Among the entries below, tally each line containing "modelInputs"; respond with the total only.

Stored data entries:
/---

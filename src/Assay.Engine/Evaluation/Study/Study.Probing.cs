using System.Globalization;
using System.Text.Json.Nodes;
using Assay.Features;
using Assay.Output;

namespace Assay.Evaluation;

public static partial class Study
{
    /// <summary>
    /// The probing methods of one model and prompt, each part cached like a cell: a probe per layer, and the control
    /// task's selectivity of the linear (and MLP) probe on the last layer.
    /// </summary>
    private sealed class Probing(StudySpec spec, string model, string prompt, string template, JsonObject modelInputs, JsonObject dataInputs,
        IReadOnlyList<string> classes, string cells, string trainRun, string testRun, string trainFile, string testFile, StepTracker steps, IProgress<string>? log)
    {
        /// <summary>Seed of the control labels (the default of assay probe, so a study's control task is the command's).</summary>
        private const ulong ControlSeed = 1;

        private JsonObject Inputs(string part) => new()
        {
            ["model"] = modelInputs.DeepClone(),
            ["template"] = template,
            ["part"] = part,
            ["data"] = dataInputs.DeepClone(),
            ["probe"] = new JsonObject
            {
                ["folds"] = spec.Probe.Folds,
                ["strengths"] = new JsonArray([.. spec.Probe.InverseRegularizations.Select(c => JsonValue.Create(c))]),
            },
        };

        /// <summary>A probe on the last token's hidden state of every layer 0 … <paramref name="layers"/>.</summary>
        public IEnumerable<StudyCell> Layers(int layers)
        {
            for (int k = 0; k <= layers; k++)
            {
                string feature = string.Create(CultureInfo.InvariantCulture, $"layer:{k}");
                string stem = string.Create(CultureInfo.InvariantCulture, $"hidden.layer{k}.last");
                steps.Begin($"{model}/{prompt}/{feature}");
                string predictions = PredictionsFile(cells, model, prompt, feature);
                StudyCell cell = Cached(Path.Combine(cells, $"{model}.{prompt}.layer{k}.json"), Inputs(feature),
                    () => Probe(model, prompt, feature, stem, trainRun, testRun, spec.Probe, steps.Relay<ProbeSearchProgress>(p => (p.Done, p.Count, "C values", 0)), predictions),
                    c => WriteCell(c, classes), ReadCell, out bool kept, () => File.Exists(predictions));
                log?.Report(string.Create(CultureInfo.InvariantCulture,
                    $"{model}/{prompt}/{feature}: accuracy {cell.Score.Accuracy:P1} ({cell.Score.AccuracyLow:P1} – {cell.Score.AccuracyHigh:P1}){Kept(kept)}"));
                yield return cell;
            }
        }

        /// <summary>The control task's selectivity of the linear probe and, with mlp, the MLP probe, on the hidden feature.</summary>
        public IEnumerable<StudySelectivity> Selectivity()
        {
            string key = spec.Control!;
            ProbeKind[] kinds = spec.Mlp > 0 ? [ProbeKind.Linear, ProbeKind.Mlp(spec.Mlp)] : [ProbeKind.Linear];
            string stem = RunFeatures.Resolve(trainRun, HiddenStateFeature.Name);
            foreach (ProbeKind kind in kinds)
            {
                string part = $"selectivity:{kind}";
                steps.Begin($"{model}/{prompt}/{part}");
                JsonObject inputs = Inputs(part);
                inputs["control"] = new JsonObject { ["key"] = key, ["seed"] = ControlSeed };
                SelectivityResult result = Cached(Path.Combine(cells, $"{model}.{prompt}.selectivity.{kind.ToString().Replace(':', '_')}.json"), inputs,
                    () =>
                    {
                        RunFeatures train = RunFeatures.Load(trainRun, stem), test = RunFeatures.Load(testRun, stem);
                        return ControlTask.Measure(train, ControlTask.Types(trainRun, key, trainFile), test, ControlTask.Types(testRun, key, testFile), kind,
                            spec.Probe, ControlSeed, steps.Relay<ProbeSearchProgress>(p => (p.Done, p.Count, "C values", 0)));
                    },
                    WriteSelectivity, ReadSelectivity, out bool kept);
                log?.Report(string.Create(CultureInfo.InvariantCulture,
                    $"{model}/{prompt}/{part}: task {result.Task.Accuracy:P1}, control ({key}) {result.Control.Report.Accuracy:P1} (floor {result.Control.MajorityAccuracy:P1}, ceiling {result.Control.LookupAccuracy:P1}), selectivity {100 * result.Selectivity:F1} points{Kept(kept)}"));
                yield return new StudySelectivity(model, prompt, result);
            }
        }

        private static JsonObject WriteSelectivity(SelectivityResult r) => new()
        {
            ["probe"] = r.Kind.ToString(),
            ["hidden_units"] = r.Kind.HiddenUnits,
            ["task"] = Report(r.Task),
            ["control"] = Report(r.Control.Report),
            ["training_types"] = r.Control.Types,
            ["unseen_test_rows"] = r.Control.UnseenTestRows,
            ["lookup_accuracy"] = r.Control.LookupAccuracy,
            ["majority_accuracy"] = r.Control.MajorityAccuracy,
            ["selectivity"] = r.Selectivity,
        };

        /// <summary>A report whose classes are named by index (the control task's classes are the labels it drew).</summary>
        private static JsonObject Report(ClassificationReport r) =>
            r.ToJson([.. Enumerable.Range(0, r.Confusion.GetLength(0)).Select(i => i.ToString(CultureInfo.InvariantCulture))]);

        private static SelectivityResult ReadSelectivity(JsonObject o) =>
            new(new ProbeKind(o["hidden_units"]!.GetValue<int>()), ClassificationReport.FromJson(o["task"]!.AsObject()),
                new ControlFit(ClassificationReport.FromJson(o["control"]!.AsObject()), o["training_types"]!.GetValue<int>(), o["unseen_test_rows"]!.GetValue<int>(),
                    o["lookup_accuracy"]!.GetValue<double>(), o["majority_accuracy"]!.GetValue<double>()));
    }
}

\---

● **Response to the task**:
2